Torque coordinated control of the through-the-road (TTR) 4-wheel-drive (4WD) hybrid vehicle under extreme road conditions

Vehicular safety is of considerable significance to the intelligent development of hybrid vehicles. However, the real-time stability control or reasonable torque distribution under the extreme road conditions remain a huge challenge due to the multiple uncertain parameters and difficulties to reconcile the handling and stability performance. To address the above problems for a through-the-road (TTR) 4-wheel-drive (4WD) hybrid vehicle, this study provides a handling and stability management (HSM) approach by incorporating the offline optimization rules and on-line model predictive control (MPC).
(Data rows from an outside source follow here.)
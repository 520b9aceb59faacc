import { describe, expect, it } from "vitest";
import { estimateDailyDose } from "./daily-dose";
import { gateDoseReasons } from "./gate-dose";

const fromInjections = (weightKg: number, dailyDoseUnits: number) =>
  gateDoseReasons(estimateDailyDose(weightKg, { route: "injections", dailyDoseUnits })).map(({ code }) => code);
const fromPump = (weightKg: number, dailyDoseUnits: number) =>
  gateDoseReasons(estimateDailyDose(weightKg, { route: "pump", dailyDoseUnits })).map(({ code }) => code);

describe("reasons in the typed numbers", () => {
  it.each([
    [80, 40],
    [71, 40],
    [60, 40],
    [100, 70],
  ])("has none for %s kg and %s U", (weightKg, units) => {
    expect(fromInjections(weightKg, units)).toEqual([]);
  });

  it("looks at the dose as typed and at both presets: under 20 U and over 100 U", () => {
    expect(fromInjections(40, 19)).toContain("totalDailyDoseOutOfRange");
    // 26 U typed, but 26 x 0.75 = 19.5 for the preset.
    expect(fromInjections(50, 26)).toEqual(["totalDailyDoseOutOfRange"]);
    // 26.67 x 0.75 = 20.0025: inside.
    expect(fromInjections(50, 26.67)).toEqual([]);
    expect(fromInjections(180, 101)).toEqual(["totalDailyDoseOutOfRange"]);
  });

  it("counts the border as inside: 20 and 100 U on a pump", () => {
    expect(fromPump(50, 20)).toEqual([]);
    expect(fromPump(50, 19.999)).toEqual(["totalDailyDoseOutOfRange"]);
    expect(fromPump(120, 100)).toEqual([]);
    expect(fromPump(120, 100.001)).toEqual(["totalDailyDoseOutOfRange"]);
  });

  it("looks at the dose for each kg: 0.3 to 1.0, border inside", () => {
    expect(fromPump(100, 30)).toEqual([]);
    expect(fromPump(100, 29.999)).toEqual(["dosePerKgOutOfRange"]);
    expect(fromPump(60, 60)).toEqual([]);
    expect(fromPump(60, 60.001)).toEqual(["dosePerKgOutOfRange"]);
  });

  it("finds estimates more than 30 % of their mean apart, border inside", () => {
    // a = 34, b = 46: 12 / 40 = 0.30 exactly.
    expect(fromInjections(92, 34 / 0.75)).not.toContain("estimatesFarApart");
    expect(fromInjections(80, 29.5)).toContain("estimatesFarApart");
    // a = 25.5, b = 34.5: 9 / 30 = 0.30 exactly, in typed decimals.
    expect(fromInjections(69, 34)).toEqual([]);
    expect(fromInjections(69.01, 34)).toEqual(["estimatesFarApart"]);
  });

  it("finds a weight estimate under 0.70 of the injections, border inside", () => {
    expect(fromInjections(56, 40)).toEqual([]);
    expect(fromInjections(55.99, 40)).toEqual(["weightEstimateTooLow"]);
  });

  it("does not compare estimates where a pump's dose is carried over", () => {
    expect(fromPump(120, 40)).toEqual([]);
  });

  it("may have several reasons", () => {
    expect(fromInjections(40, 120)).toEqual([
      "totalDailyDoseOutOfRange",
      "dosePerKgOutOfRange",
      "estimatesFarApart",
      "weightEstimateTooLow",
    ]);
  });
});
Firstly, the vehicle dynamic model with seven degrees of freedom (7-DOF) is used to offline extract torque distribution rules (Offline-ETDR), and the online MPC feedback (Online-MPCF) is utilized to compensate the extra torque requirements for the poor effect under the extreme conditions. Accordingly, the offline optimization results and online correction are fused to provide the total torque demand given the real-time road condition detection. Finally, the real vehicle test are implemented to validate the effectiveness of the proposed torque coordination strategy. In comparison to the vehicle with no torque control strategy, the proposed method significantly improves the vehicle's cornering ability while also ensuring the high stability performance.